Raw data:
···

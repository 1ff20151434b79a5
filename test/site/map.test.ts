/**
 * Browser tests of the map explorer (`/map/`), on a site built from a data folder made by the
 * real pipeline (the invented small demo, test/site/pipeline-data.ts), in Debian's headless
 * Chromium through the harness of browser.ts.
 * Outside references: layer values are read from the published GeoTIFFs with geotiff.js 3.0.5;
 * the colour a value should have is computed with d3-scale-chromatic's own interpolator of the
 * legend's ramp over the legend's domain (not with our renderer); which region holds a cell centre
 * is decided with d3-geo's geoContains, nearest outlines with d3-geo's geoDistance; °F = °C × 9/5
 * + 32 by definition of the Fahrenheit scale.
 */
import { readFileSync } from 'node:fs';
import { join } from 'node:path';
import { afterAll, beforeAll, describe, expect, it } from 'vitest';
import { fromArrayBuffer } from 'geotiff';
import * as chromatic from 'd3-scale-chromatic';
import { geoArea, geoContains, geoDistance, geoInterpolate } from 'd3-geo';
import type { Feature, MultiPolygon, Polygon, Position } from 'geojson';
import type { Page } from 'playwright-core';
import { buildTestSite, colourDistance, mapPixelAt, parseShownNumber, screenshot, startSiteSession, type SiteSession, type WatchedPage } from './browser.ts';
import { buildPipelineData } from './pipeline-data.ts';
import type { Manifest } from '../../pipeline/publish/manifest.ts';
import type { LayerEntry } from '../../pipeline/publish/atlas-layers.ts';
import type { CellFiguresIndex } from '../../pipeline/publish/cell-figures.ts';
import type { Rgb } from '../../src/components/map/map-colours.ts';
import { readCellTables } from '../helpers/cell-tables.ts';
import { CONTENT_SECURITY_POLICY } from '../../src/lib/content-security-policy.ts';

const MAP = 'explorer-map';

let dataDir = '';
let session: SiteSession;
let manifest: Manifest;
let cellsIndex: CellFiguresIndex;
let landCells: number[] = [];
let regionsGeo: { features: Array<Feature<Polygon | MultiPolygon, { id: string; name: string }>> };
let atlasRows: Array<Record<string, string>> = [];
/** The page most tests share (opened once with JavaScript). */
let shared: WatchedPage;
let distDir = '';

function parseCsv(text: string): Array<Record<string, string>> {
  const [head, ...rows] = text.trim().split('\n');
  const cols = head.split(',');
  return rows.map((r) => Object.fromEntries(r.split(',').map((v, i) => [cols[i], v])));
}

const read = (rel: string) => readFileSync(join(dataDir, rel));

/** The manifest layer with these parts (the one the page must draw). */
function findLayer(figure: string, combo: string, statistic: string, period: string): LayerEntry {
  const l = manifest.layers.find((x) => x.figure === figure && x.combo === combo && x.statistic === statistic && x.period === period);
  if (!l) throw new Error(`no layer ${figure} ${combo} ${statistic} ${period}`);
  return l;
}

/** Values of a layer's GeoTIFF per global cell id (rows run north → south in the file). */
const tifCache = new Map<string, Map<number, number>>();
async function tifValues(layer: LayerEntry): Promise<Map<number, number>> {
  const hit = tifCache.get(layer.id);
  if (hit) return hit;
  const bytes = read(layer.tif);
  const image = await (await fromArrayBuffer(bytes.buffer.slice(bytes.byteOffset, bytes.byteOffset + bytes.byteLength))).getImage();
  const [band] = (await image.readRasters()) as unknown as Float32Array[];
  const { nLat, nLon } = cellsIndex.grid;
  const out = new Map<number, number>();
  for (const cell of landCells) {
    const y = Math.floor(cell / nLon);
    out.set(cell, band[(nLat - 1 - y) * nLon + (cell % nLon)]);
  }
  tifCache.set(layer.id, out);
  return out;
}

function cssColour(s: string): Rgb {
  if (s.startsWith('#')) return [1, 3, 5].map((i) => parseInt(s.slice(i, i + 2), 16)) as Rgb;
  const m = s.match(/[\d.]+/g)!;
  return [Math.round(+m[0]), Math.round(+m[1]), Math.round(+m[2])];
}

/** The colour the legend gives a value: d3's interpolator of its ramp over its domain, clamped; or the class colour. */
function legendColour(legend: LayerEntry['legend'], v: number): Rgb {
  if (legend.kind === 'categorical') return cssColour(legend.stops.find((s) => s.value === v)!.color);
  const [lo, hi] = legend.domain!;
  const t = Math.min(1, Math.max(0, (v - lo) / (hi - lo)));
  const name = `interpolate${legend.ramp[0].toUpperCase()}${legend.ramp.slice(1)}` as keyof typeof chromatic;
  const f = chromatic[name] as unknown as (t: number) => string;
  return cssColour(f(legend.reversed ? 1 - t : t));
}

function cellCentre(cell: number): [number, number] {
  const g = cellsIndex.grid;
  return [g.lon0 + (cell % g.nLon) * g.dLon, g.lat0 + Math.floor(cell / g.nLon) * g.dLat];
}

async function waitForLayer(page: Page, layerId: string): Promise<void> {
  await page.waitForSelector(`#${MAP}[data-map-state="idle"][data-layer-id="${layerId}"]`, { timeout: 30_000 });
}

async function choose(page: Page, choice: string, value: string): Promise<void> {
  await page.selectOption(`select[data-choice="${choice}"]`, value);
}

/** Screen rectangles of the map's own controls (zoom buttons, attribution), which cover the layer. */
async function controlRects(page: Page): Promise<Array<{ x0: number; y0: number; x1: number; y1: number }>> {
  return page.$$eval(`#${MAP} .maplibregl-ctrl`, (els) => {
    const canvas = document.querySelector(`#explorer-map canvas`)!.getBoundingClientRect();
    return els.map((e) => {
      const r = e.getBoundingClientRect();
      return { x0: r.left - canvas.left - 2, y0: r.top - canvas.top - 2, x1: r.right - canvas.left + 2, y1: r.bottom - canvas.top + 2 };
    });
  });
}

/** Drawn colour at each land cell's centre that the map's controls do not cover. */
async function landPixels(page: Page): Promise<Map<number, Rgb>> {
  const covered = await controlRects(page);
  const out = new Map<number, Rgb>();
  for (const cell of landCells) {
    const px = await mapPixelAt(page, MAP, cellCentre(cell));
    if (!px.inside || covered.some((r) => px.x >= r.x0 && px.x <= r.x1 && px.y >= r.y0 && px.y <= r.y1)) continue;
    out.set(cell, px.rgb);
  }
  expect(out.size, 'most land cells are visible').toBeGreaterThanOrEqual(landCells.length - 3);
  return out;
}

async function hideOutlines(page: Page): Promise<void> {
  if (await page.isChecked('#map-outlines')) await page.uncheck('#map-outlines');
  await page.evaluate(
    () =>
      new Promise<void>((r) => {
        const m = (globalThis as unknown as { heathoursMaps: Record<string, { once(e: string, f: () => void): void; triggerRepaint(): void }> }).heathoursMaps[
          'explorer-map'
        ];
        m.once('idle', () => r());
        m.triggerRepaint();
      }),
  );
}

/** Screen point [CSS px, page] of a geographic point on the map. */
async function screenPoint(page: Page, lngLat: [number, number]): Promise<{ x: number; y: number }> {
  return page.evaluate((p) => {
    const m = (
      globalThis as unknown as { heathoursMaps: Record<string, { project(p: [number, number]): { x: number; y: number }; getCanvas(): HTMLCanvasElement }> }
    ).heathoursMaps['explorer-map'];
    const r = m.getCanvas().getBoundingClientRect();
    const q = m.project(p);
    return { x: r.left + q.x, y: r.top + q.y };
  }, lngLat);
}

/** The cell panel's table: period → data-key → shown text. */
async function panelTable(page: Page): Promise<Record<string, Record<string, string>>> {
  return page.$$eval('#cell-figures tbody tr', (trs) =>
    Object.fromEntries(
      trs.map((tr) => [
        tr.getAttribute('data-period'),
        Object.fromEntries([...tr.querySelectorAll('td')].map((td) => [td.getAttribute('data-key'), (td.textContent ?? '').trim()])),
      ]),
    ),
  );
}

/** GeoJSON rings are counter-clockwise (RFC 7946); d3-geo wants clockwise exteriors: flip a polygon whose area exceeds a hemisphere. */
function d3Polygon(f: Feature<Polygon | MultiPolygon>): Feature<Polygon | MultiPolygon> {
  const polys = f.geometry.type === 'Polygon' ? [f.geometry.coordinates] : f.geometry.coordinates;
  const fixed = polys.map((rings) => {
    const p: Feature<Polygon> = { type: 'Feature', properties: {}, geometry: { type: 'Polygon', coordinates: rings } };
    return geoArea(p) > 2 * Math.PI ? rings.map((r) => [...r].reverse()) : rings;
  });
  return { ...f, geometry: { type: 'MultiPolygon', coordinates: fixed } };
}

/** Smallest great-circle distance from a point to an outline, edges sampled every ~1/50 [radians]. */
function outlineDistance(f: Feature<Polygon | MultiPolygon>, p: [number, number]): number {
  const polys = f.geometry.type === 'Polygon' ? [f.geometry.coordinates] : f.geometry.coordinates;
  let best = Infinity;
  for (const rings of polys)
    for (const ring of rings)
      for (let i = 0; i + 1 < ring.length; i++) {
        const along = geoInterpolate(ring[i] as [number, number], ring[i + 1] as [number, number]);
        for (let k = 0; k <= 50; k++) best = Math.min(best, geoDistance(p, along(k / 50) as Position as [number, number]));
      }
  return best;
}

beforeAll(async () => {
  dataDir = (await buildPipelineData()).dataDir;
  manifest = JSON.parse(read('data/manifest.json').toString('utf8')) as Manifest;
  cellsIndex = JSON.parse(read('data/cells/index.json').toString('utf8')) as CellFiguresIndex;
  landCells = (JSON.parse(read('data/niche.json').toString('utf8')) as { cells: Array<{ cell: number }> }).cells.map((c) => c.cell);
  regionsGeo = JSON.parse(read('data/regions.geojson').toString('utf8'));
  atlasRows = parseCsv(readCellTables(join(dataDir, 'data')));
  const build = await buildTestSite(dataDir);
  distDir = build.distDir;
  session = await startSiteSession(build.distDir);
  shared = await session.open('/map/');
  process.stderr.write(`map tests: site build ${build.reused ? 'reused' : `took ${(build.buildMs / 1000).toFixed(1)} s`}\n`);
}, 600_000);

afterAll(async () => {
  await session?.close();
});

···

Aim of the task:
Check every line above for the string "buildPipelineData", and copy the ones that have it.

Response to the task:
import { buildPipelineData } from './pipeline-data.ts';
  dataDir = (await buildPipelineData()).dataDir;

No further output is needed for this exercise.